FIG. 10A and FIG. 10B illustrate an exemplary global binding site similarity between two proteins with a different SCOP fold classification but similar binding site. FIG. 10A and FIG. 10B illustrate two protein domains with Sim(Q,N)=0.5 that are classified in different SCOP folds. The sequence identity calculated from the structural alignment is in the twilight zone of sequence similarity (15.2%), but the coverage of d1hyua1 by d1djna3 in the structural alignment is at 67.5%. The sequence identity in the active site is much larger (48.2%) and there is, as evident from the figure, a clear relationship between the ligands in that the two ADP molecules overlap very closely with a heavy atom RMSD of 0.62.

FIG. 10A illustrates that NAD(P)-binding domain (SCOP domain d1hyua1 and fold classification c.3) is structurally superimposed on nucleotide-binding domain (SCOP domain d1djna3 and fold classification c.4), with their associated ligands shown in stick representation. As illustrated in FIG. 10A, 1001 represents the grey shaded portion. 1003 represents the red shaded portion. 1005 represents the blue shaded portion. 1007 represents the green shaded portion. 1009 represents the yellow shaded portion.

FIG. 10B illustrates close-up of the FAD molecule from d1hyua1 (1013 carbon atoms) and the ADP from d1djna3 (carbon atoms 1019). As illustrated in FIG. 10A and FIG. 10B, the two proteins share a large overlap of their secondary structure including the binding site (1021 and 1011 reference points). The secondary structural elements leading to a different fold classification are 1015 and 1021. As illustrated in FIG. 1013, 1011 represents the red shaded portion. 1013 represents the green shaded portion. 1015 represents the yellow shaded portion. 1017 represents the orange shaded portion. 1019 represents the grey shaded portion. 1021 represents the blue shaded portion.

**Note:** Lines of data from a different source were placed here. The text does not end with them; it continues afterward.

// Options are the numerical settings of a run. The zero value asks for the
// defaults.
type Options struct {
	// MaxClasses bounds the number of size classes (default 500): past it
	// the two closest classes are merged; when dissolution has removed
	// half of the classes there were (and 8 or more remain), every class is
	// split in two.
	MaxClasses int
	// RelTol is the tolerance on the change of a class's size in one step,
	// relative to the larger of its size and the mean size (default 1e-3).
	// The same tolerance applies to the number born in a step.
	RelTol float64
	// ConcTol is the tolerance on the dissolved concentration after a
	// step, relative to its distance from equilibrium (default 1e-3): the
	// mass balance of the step.
	ConcTol float64
	// Times are the times of the output rows (s, within the schedule,
	// ascending); nil: the start, the break points of the schedule and ten
	// times a decade from a millionth of its duration to its end.
	Times []float64
	// Progress, if set, is called after every output row.
	Progress func(Progress)
}

// Progress is how far a run has gone.
type Progress struct {
	Time, Start, End float64 // s
	Steps, Classes   int
}

// Fraction is the part of the schedule done, 0 to 1.
func (p Progress) Fraction() float64 { return (p.Time - p.Start) / (p.End - p.Start) }

// Defaults of Options.
const (
	DefaultMaxClasses = 500
	DefaultRelTol     = 1e-3
	DefaultConcTol    = 1e-3
)

const (
	minSplit      = 8       // fewest classes that are split to restore resolution
	vanishSteps   = 4       // a shrinking class that would vanish within this many steps, or is below half the mean size, is not held to RelTol
	concFloor     = 1e-3    // the distance from equilibrium below which ConcTol is taken of the equilibrium value times this
	numberFloor   = 1.0     // m⁻³: numbers born below this need no accuracy (one particle per cubic metre)
	negligible    = 1e-12   // births below this fraction of the particles present are not made a class
	maxSteps      = 5000000 // a run that needs more steps has failed
	cancelEvery   = 16      // steps between looks at the context
	stepGrowth    = 5       // largest factor by which a step grows
	stepShrinkMin = 0.1     // smallest factor by which a rejected step shrinks
	maxStepDT     = 1.0     // K: the most the temperature changes in one step
)

// ErrStepUnderflow is returned when the step size collapses: the run
// cannot go on at the tolerances asked.
var ErrStepUnderflow = errors.New("the time step collapsed: the run cannot meet its tolerances")

// ErrTooManySteps is returned when a run needs more than five million steps.
var ErrTooManySteps = errors.New("the run needed more than 5000000 steps")

func (o Options) withDefaults() (Options, error) {
	if o.MaxClasses == 0 {
		o.MaxClasses = DefaultMaxClasses
	}
	if o.RelTol == 0 {
		o.RelTol = DefaultRelTol
	}
	if o.ConcTol == 0 {
		o.ConcTol = DefaultConcTol
	}
	if o.MaxClasses < 2*minSplit {
		return o, fmt.Errorf("the class bound must be at least %d, got %d", 2*minSplit, o.MaxClasses)
	}
	if !(o.RelTol > 0 && o.RelTol < 0.5) || !(o.ConcTol > 0 && o.ConcTol < 0.5) {
		return o, fmt.Errorf("the tolerances must lie in (0, 0.5), got %g and %g", o.RelTol, o.ConcTol)
	}
	return o, nil
}

// engine integrates a population of size classes along a schedule.
type engine struct {
	m   model
	s   kinetics.Schedule
	opt Options

	x, n   []float64 // sizes (m, ascending) and numbers (m⁻³) of the classes
	t, dt  float64   // time and proposed step, s
	on     float64   // time the parent last became supersaturated, s
	steps  int
	peak   int       // most classes at once
	high   int       // most classes since the last split
	k1, k2 []float64 // scratch: rates at the start and after the predictor
	xe, xh []float64 // scratch: Euler and Heun sizes
}

// sample is what the engine hands out at an output time.
type sample struct {
	t    float64
	p    point
	x, n []float64 // the classes (not to be kept: copy)
}

func newEngine(m model, s kinetics.Schedule, opt Options, x0, n0 []float64) (*engine, error) {
	opt, err := opt.withDefaults()
	if err != nil {
		return nil, err
	}
	if len(s.Time) < 2 || !(s.Duration() > 0) {
		return nil, kinetics.ErrEmptySchedule
	}
	e := &engine{m: m, s: s, opt: opt, t: s.Start(), on: s.Start()}
	e.x = append(e.x, x0...)
	e.n = append(e.n, n0...)
	sortClasses(e.x, e.n)
	e.dt = s.Duration() * 1e-12
	return e, nil
}

// outputTimes are the times of the rows: the options' or the default set.
func (e *engine) outputTimes() ([]float64, error) {
	t0, t1 := e.s.Start(), e.s.End()
	if e.opt.Times != nil {
		for i, t := range e.opt.Times {
			if !(t >= t0 && t <= t1) || (i > 0 && !(t > e.opt.Times[i-1])) {
				return nil, fmt.Errorf("output time %d (%g s) must lie within the schedule (%g to %g s) and after the one before", i+1, t, t0, t1)
			}
		}
		return e.opt.Times, nil
	}
	d := t1 - t0
	out := append([]float64{t0}, e.s.Breaks()...)
	const perDecade = 10
	for k := -6 * perDecade; k <= 0; k++ {
		out = append(out, t0+d*math.Pow(10, float64(k)/perDecade))
	}
	out = append(out, t1)
	return uniqueSorted(out), nil
}

// uniqueSorted sorts times and drops repeats (within 1e-12 relative).
func uniqueSorted(ts []float64) []float64 {
	sort.Float64s(ts)
	out := ts[:0]
	for _, t := range ts {
		if len(out) == 0 || t-out[len(out)-1] > 1e-12*math.Abs(t) {
			out = append(out, t)
		}
	}
	return out
}

// run integrates from the start of the schedule to its end and calls emit
// at every output time.
func (e *engine) run(ctx context.Context, emit func(sample)) error {
	rows, err := e.outputTimes()
	if err != nil {
		return err
	}
	stops := uniqueSorted(append(append([]float64(nil), rows...), e.s.Breaks()...))
	r := 0
	for _, stop := range stops {
		if err := e.advance(ctx, stop); err != nil {
			return err
		}
		for r < len(rows) && rows[r] <= e.t*(1+1e-12) {
			emit(sample{t: e.t, p: e.state(e.t), x: e.x, n: e.n})
			if e.opt.Progress != nil {
				e.opt.Progress(Progress{Time: e.t, Start: e.s.Start(), End: e.s.End(), Steps: e.steps, Classes: len(e.x)})
			}
			r++
		}
	}
	return nil
}

// runRows checks that the solubility law covers the schedule, runs the
// engine from the classes x0, n0 and makes one row of every output
// sample; it returns the rows, the last sample and the engine.
func runRows[R any](ctx context.Context, m model, sol Solubility, what string, s kinetics.Schedule, opt Options, x0, n0 []float64, row func(sample) R) ([]R, sample, *engine, error) {
	if err := coversSchedule(sol, s, what); err != nil {
		return nil, sample{}, nil, err
	}
	e, err := newEngine(m, s, opt, x0, n0)
	if err != nil {
		return nil, sample{}, nil, err
	}
	var rows []R
	var last sample
	err = e.run(ctx, func(sm sample) {
		rows = append(rows, row(sm))
		// The engine goes on after the last output time (to the end of
		// the schedule): keep the classes of this one.
		last = sm
		last.x, last.n = append([]float64(nil), sm.x...), append([]float64(nil), sm.n...)
	})
	if err != nil {
		return nil, sample{}, nil, err
	}
	return rows, last, e, nil
}

// state is the parent's state at time t with the present classes.
func (e *engine) state(t float64) point {
	return e.m.at(e.s.At(t), cubeSum(e.x, e.n), t-e.on)
}

func cubeSum(x, n []float64) float64 {
	var m3 float64
	for i := range x {
		m3 += n[i] * x[i] * x[i] * x[i]
	}
	return m3
}
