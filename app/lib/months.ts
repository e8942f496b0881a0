/**
 * Calendar months as `YYYY-MM`, shared by pages, API, reports and jobs; the
 * match's groups are the year and the month.
 */
export const MONTH_PATTERN = /^(\d{4})-(0[1-9]|1[0-2])$/;

/** The UTC month of an instant. */
export function monthKey(date: Date): string {
  return date.toISOString().slice(0, 7);
}

/** How many months `from`…`to` spans, both included (≤ 0 when to precedes from). */
export function monthCount(from: string, to: string): number {
  const [fy, fm] = from.split("-").map(Number);
  const [ty, tm] = to.split("-").map(Number);
  return (ty - fy) * 12 + (tm - fm) + 1;
}

/** The instants a `YYYY-MM` month runs between (UTC), or null for anything else. */
export function monthRange(month: string): { from: string; to: string } | null {
  if (!/^\d{4}-\d{2}$/.test(month)) return null;
  const [y, m] = month.split("-").map(Number);
  return {
    from: new Date(Date.UTC(y, m - 1, 1)).toISOString(),
    to: new Date(Date.UTC(y, m, 1)).toISOString(),
  };
}
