/**
 * Only same-origin paths are followed after sign-in, never another host.
 *
 * Browsers drop tabs and line breaks from URLs and read `\` as `/`, so
 * `/\t/evil.example` or `/\\evil.example` become `//evil.example`, another
 * host. Any control character or backslash gives the fallback, and so does a
 * path that does not stay on our origin once a URL parser has read it.
 */
const PROBE_ORIGIN = "http://joulebook.invalid";

export function safeRedirectPath(value: unknown, fallback = "/"): string {
  if (typeof value !== "string" || !value.startsWith("/")) return fallback;
  // eslint-disable-next-line no-control-regex
  if (/[\u0000-\u001f\u007f\\]/.test(value)) return fallback;
  let url: URL;
  try {
    url = new URL(value, PROBE_ORIGIN);
  } catch {
    return fallback;
  }
  if (url.origin !== PROBE_ORIGIN) return fallback;
  return `${url.pathname}${url.search}${url.hash}`;
}
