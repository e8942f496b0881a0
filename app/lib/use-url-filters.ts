import { useState } from "react";
import { useLocation, useSearchParams } from "react-router";

/**
 * The filters, kept in the URL. A change shows in its field at once: the URL
 * follows in a transition, and a controlled field waiting for a transition
 * would jump back meanwhile. The draft belongs to the location it was made
 * on, so any later navigation (the nav link, back) shows the URL again.
 */
export function useUrlFilters() {
  const [params, setParams] = useSearchParams();
  const { key } = useLocation();
  const [draft, setDraft] = useState<{
    key: string;
    values: Record<string, string>;
  }>({ key: "", values: {} });
  const pending = draft.key === key ? draft.values : {};
  const get = (name: string): string =>
    Object.hasOwn(pending, name) ? pending[name] : (params.get(name) ?? "");
  /** Sets one filter; an empty value falls back to its default. */
  const set = (name: string, value: string) => setAll({ [name]: value });
  /** Sets several filters at once (a financial period's first and last month). */
  const setAll = (changes: Record<string, string>) => {
    const values = { ...pending, ...changes };
    setDraft({ key, values });
    const next = new URLSearchParams(params);
    for (const [k, v] of Object.entries(values)) {
      if (v) next.set(k, v);
      else next.delete(k);
    }
    setParams(next, { replace: true, preventScrollReset: true });
  };
  return [get, set, setAll] as const;
}
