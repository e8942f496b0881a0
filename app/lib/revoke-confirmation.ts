import { isUuid } from "./ids";

/**
 * Revoking a key or token takes two steps: the list links to `?revoke=<id>`,
 * and the page then asks to confirm. The id being confirmed, when the URL
 * names one of `items` that is still active; else null.
 */
export function revokeBeingConfirmed(
  request: Request,
  items: readonly { id: string; revokedAt: unknown }[],
): string | null {
  const revoke = new URL(request.url).searchParams.get("revoke");
  if (!isUuid(revoke)) return null;
  return items.find((i) => i.id === revoke && !i.revokedAt)?.id ?? null;
}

FIG. 11A, FIG. 11B, FIG. 11C, FIG. 11D, FIG. 11E, and FIG. 11F illustrate an exemplary dependence of binding site similarity with other measures of structural and sequence similarity. FIG. 11A, FIG. 11B, FIG. 11C, FIG. 11D, FIG. 11E, and FIG. 11F further illustrate the relationship between similarities in binding sites and other measures of global and local geometric/sequence similarity. FIG. 11A illustrates an overall structural similarity.

As further illustrated in FIG. 11A, protein pairs with a high binding site similarity are found predominantly in proteins with a matching overall structure and large coverage of the structural alignment. However, as further illustrated in FIG. 11A, proteins with an intermediate binding site similarity (which is likely to be useful for function annotation) are observed across the entire spectrum of geometric similarity. FIG. 11B illustrates coverage of structural alignment with respect to query protein. FIG. 11B further illustrates that even when the alignment only provides a partial match of the structure (i.e., when the two proteins are in different SCOP folds), a considerable number of protein pairs still have intermediate binding site similarity.

FIG. 11C illustrates global sequence identity derived from the structure-based sequence alignment using the query protein as reference. FIG. 11D illustrates local sequence identity computed from residues within 5 Å of ligand and structurally aligned residues. As further illustrated in FIG. 11C and FIG. 11D, protein pairs with low sequence identity both globally and in the binding site also frequently display an intermediate similarity.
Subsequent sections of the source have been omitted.